No muchos lo conocen, pero Sergio Corbucci es uno de los grandes referentes del spaghetti western. Sus películas dejaron una huella imborrable en directores contemporáneos, y para ejemplo se encuentra Quentin Tarantino quien ha sido uno de sus fans más devotos. 

La influencia es innegable: Django de 1966 sirvió como base directa para que el director estadounidense filmara Django sin cadenas en 2012. Sin embargo, existe otra joya en la filmografía de Corbucci que es la obsesión de Tarantino: El gran silencio.

Estrenada en 1968, la recepción inicial de la película no fue precisamente un éxito masivo. En su natal Italia pasó sin pena ni gloria por las salas de cine, pero con el tiempo ganó el estatus de filme de culto, sobre todo en Estados Unidos, donde no tuvo un estreno formal sino hasta 2001. Hoy en día, los entusiastas del género la consideran, sin lugar a dudas, una de las obras cumbre de Corbucci y una pieza fundamental del cine del Oeste.

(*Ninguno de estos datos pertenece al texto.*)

using static PathService.Engine.Model.ModelValidator;

namespace PathService.Engine.Model;

/// <summary>
/// Validation of the beams of a <see cref="ModelDefinition"/> (part of <see cref="ModelValidator"/>): ids, end nodes,
/// section, orientation, releases, subdivision and bow. Also decides which nodes carry rotational unknowns, by the rule
/// of <see cref="DofMap"/>: a node rotates iff a beam end holding some rotation connects to it (intermediate nodes of
/// a subdivided member always do).
/// </summary>
internal static class BeamChecks
{
    /// <summary>Largest number of elements one member may be divided into (common practice, no source: 4–10 resolve
    /// member buckling; beyond 100 a subdivision is almost surely a slip).</summary>
    public const int MaxSubdivisions = 100;

    /// <summary>An orientation vector within this angle's sine of the member axis is treated as parallel.</summary>
    public const double ParallelSine = 1e-6;

    /// <returns>For each node, whether it carries rotational unknowns.</returns>
    public static bool[] Check(ModelDefinition model, Dictionary<string, int> nodes, double extent, bool[] touched, List<ValidationFinding> findings)
    {
        var rotating = new bool[model.Nodes.Count];
        var ids = new Dictionary<string, int>(StringComparer.Ordinal);
        var barIds = new HashSet<string>(model.Bars.Where(b => !string.IsNullOrWhiteSpace(b.Id)).Select(b => b.Id), StringComparer.Ordinal);
        for (int b = 0; b < model.Beams.Count; b++)
        {
            var beam = model.Beams[b];
            string path = $"beams[{b}]";
            string? id = string.IsNullOrWhiteSpace(beam.Id) ? null : beam.Id;
            if (id is null)
                findings.Add(Error(FindingCode.MissingId, $"{path}.id", null, $"beam at position {b} has no id"));
            else if (!ids.TryAdd(id, b))
                findings.Add(Error(FindingCode.DuplicateId, $"{path}.id", id, $"beam id '{id}' is used more than once (first at beams[{ids[id]}])"));
            else if (barIds.Contains(id))
                findings.Add(Error(FindingCode.DuplicateId, $"{path}.id", id, $"beam id '{id}' is also a bar id; member ids must be unique over bars and beams"));

            int i = ResolveNode(beam.StartNode, $"{path}.start_node", id, "beam", nodes, findings);
            int j = ResolveNode(beam.EndNode, $"{path}.end_node", id, "beam", nodes, findings);
            if (i >= 0) touched[i] = true;
            if (j >= 0) touched[j] = true;
            var startReleases = beam.StartReleases ?? BeamEndReleases.Rigid;
            var endReleases = beam.EndReleases ?? BeamEndReleases.Rigid;
            if (i >= 0 && startReleases.HoldsRotation) rotating[i] = true;
            if (j >= 0 && endReleases.HoldsRotation) rotating[j] = true;

            double[] axis = [0, 0, 0];
            bool geometry = false;
            if (i >= 0 && i == j)
                findings.Add(Error(FindingCode.SameNodeAtBothEnds, $"{path}.end_node", id, $"beam '{id}' starts and ends at node '{beam.StartNode}'"));
            else if (i >= 0 && j >= 0)
            {
                var a = model.Nodes[i];
                var c = model.Nodes[j];
                axis = [c.X - a.X, c.Y - a.Y, c.Z - a.Z];
                double len = Math.Sqrt(Sq(axis[0]) + Sq(axis[1]) + Sq(axis[2]));
                if (double.IsFinite(len) && len <= RelativeZeroLength * Math.Max(extent, double.Epsilon))
                    findings.Add(Error(FindingCode.ZeroLengthBar, path, id, $"beam '{id}' has zero length: nodes '{beam.StartNode}' and '{beam.EndNode}' coincide"));
                else if (double.IsFinite(len))
                {
                    geometry = true;
                    for (int k = 0; k < 3; k++) axis[k] /= len;
                }
            }

            Positive(beam.ElasticModulus, "elastic_modulus", "elastic modulus", FindingCode.NonPositiveStiffness);
            Positive(beam.ShearModulus, "shear_modulus", "shear modulus", FindingCode.NonPositiveStiffness);
            Positive(beam.Area, "area", "cross-section area", FindingCode.NonPositiveArea);
            Positive(beam.SecondMomentY, "second_moment_y", "second moment of area about local y", FindingCode.BeamPropertyOutOfRange);
            Positive(beam.SecondMomentZ, "second_moment_z", "second moment of area about local z", FindingCode.BeamPropertyOutOfRange);
            Positive(beam.TorsionConstant, "torsion_constant", "torsion constant", FindingCode.BeamPropertyOutOfRange);
            CheckOrientation(beam, path, id, geometry, axis, findings);
            CheckSubdivision(beam, path, id, nodes, startReleases, endReleases, findings);

            void Positive(double value, string field, string what, FindingCode code)
            {
                if (CheckNumber(value, $"{path}.{field}", id, what, findings) && value <= 0)
                    findings.Add(Error(code, $"{path}.{field}", id, $"beam '{id}' has {what} {value}; it must be positive"));
            }
        }
        return rotating;
    }

    private static void CheckOrientation(BeamDefinition beam, string path, string? id, bool geometry, double[] axis, List<ValidationFinding> findings)
    {
        var (vx, vy, vz) = beam.Orientation;
        string field = $"{path}.orientation";
        if (!(CheckNumber(vx, $"{field}.x", id, "orientation x", findings) & CheckNumber(vy, $"{field}.y", id, "orientation y", findings)
              & CheckNumber(vz, $"{field}.z", id, "orientation z", findings)))
            return;
        double norm = Math.Sqrt(Sq(vx) + Sq(vy) + Sq(vz));
        if (norm == 0)
        {
            findings.Add(Error(FindingCode.BeamPropertyOutOfRange, field, id, $"beam '{id}' has a zero orientation vector; give a vector that fixes local y (not along the member)"));
            return;
        }
        if (!geometry) return;
        // |v × x| / |v| is the sine of the angle between the orientation vector and the member axis.
        double cx = vy * axis[2] - vz * axis[1], cy = vz * axis[0] - vx * axis[2], cz = vx * axis[1] - vy * axis[0];
        if (Math.Sqrt(Sq(cx) + Sq(cy) + Sq(cz)) <= ParallelSine * norm)
            findings.Add(Error(FindingCode.BeamPropertyOutOfRange, field, id,
                $"beam '{id}' has an orientation vector ({vx:G4}, {vy:G4}, {vz:G4}) parallel to the member; it cannot fix local y"));
    }

    private static void CheckSubdivision(BeamDefinition beam, string path, string? id, Dictionary<string, int> nodes,
        BeamEndReleases startReleases, BeamEndReleases endReleases, List<ValidationFinding> findings)
    {
        if (beam.Subdivisions < 1 || beam.Subdivisions > MaxSubdivisions)
            findings.Add(Error(FindingCode.MemberSubdivisionOutOfRange, $"{path}.subdivisions", id,
                $"beam '{id}' has {beam.Subdivisions} subdivisions; give 1..{MaxSubdivisions}"));
        if (beam.BowPlane is not (BowPlane.LocalY or BowPlane.LocalZ))
            findings.Add(Error(FindingCode.UnknownOption, $"{path}.bow_plane", id, $"beam '{id}' has an unknown bow plane {(int)beam.BowPlane}"));
        if (CheckNumber(beam.BowAmplitude, $"{path}.bow_amplitude", id, "bow amplitude", findings) && beam.BowAmplitude != 0 && beam.Subdivisions < 2)
            findings.Add(Error(FindingCode.MemberSubdivisionOutOfRange, $"{path}.bow_amplitude", id,
                $"beam '{id}' has a bow amplitude but is not subdivided; give subdivisions ≥ 2 so the bow has nodes to bend"));
        if (beam.Subdivisions >= 2 && startReleases.Torsion && endReleases.Torsion)
            findings.Add(Error(FindingCode.MemberSubdivisionOutOfRange, $"{path}.subdivisions", id,
                $"beam '{id}' releases torsion at both ends and is subdivided; its intermediate nodes would twist freely"));
        if (id is null || beam.Subdivisions < 2 || beam.Subdivisions > MaxSubdivisions) return;
        for (int k = 1; k < beam.Subdivisions; k++)
        {
            string generated = IntermediateNodeId(id, k);
            if (nodes.ContainsKey(generated))
                findings.Add(Error(FindingCode.MemberSubdivisionOutOfRange, $"{path}.subdivisions", id,
                    $"beam '{id}' would generate intermediate node '{generated}', but a node with that id exists"));
        }
    }

    /// <summary>Id of the k-th intermediate node (k = 1..n−1) of a subdivided beam.</summary>
    public static string IntermediateNodeId(string beamId, int k) => $"{beamId}#{k}";
}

La historia se ambienta en Utah, justo antes de la histórica Gran Tormenta de Nieve de 1899. El frío despiadado de ese invierno obliga a forajidos, leñadores y campesinos sumidos en la miseria a bajar de los bosques para saquear los pueblos cercanos para sobrevivir. Esta situación de caos es el escenario perfecto para los cazadores de recompensas.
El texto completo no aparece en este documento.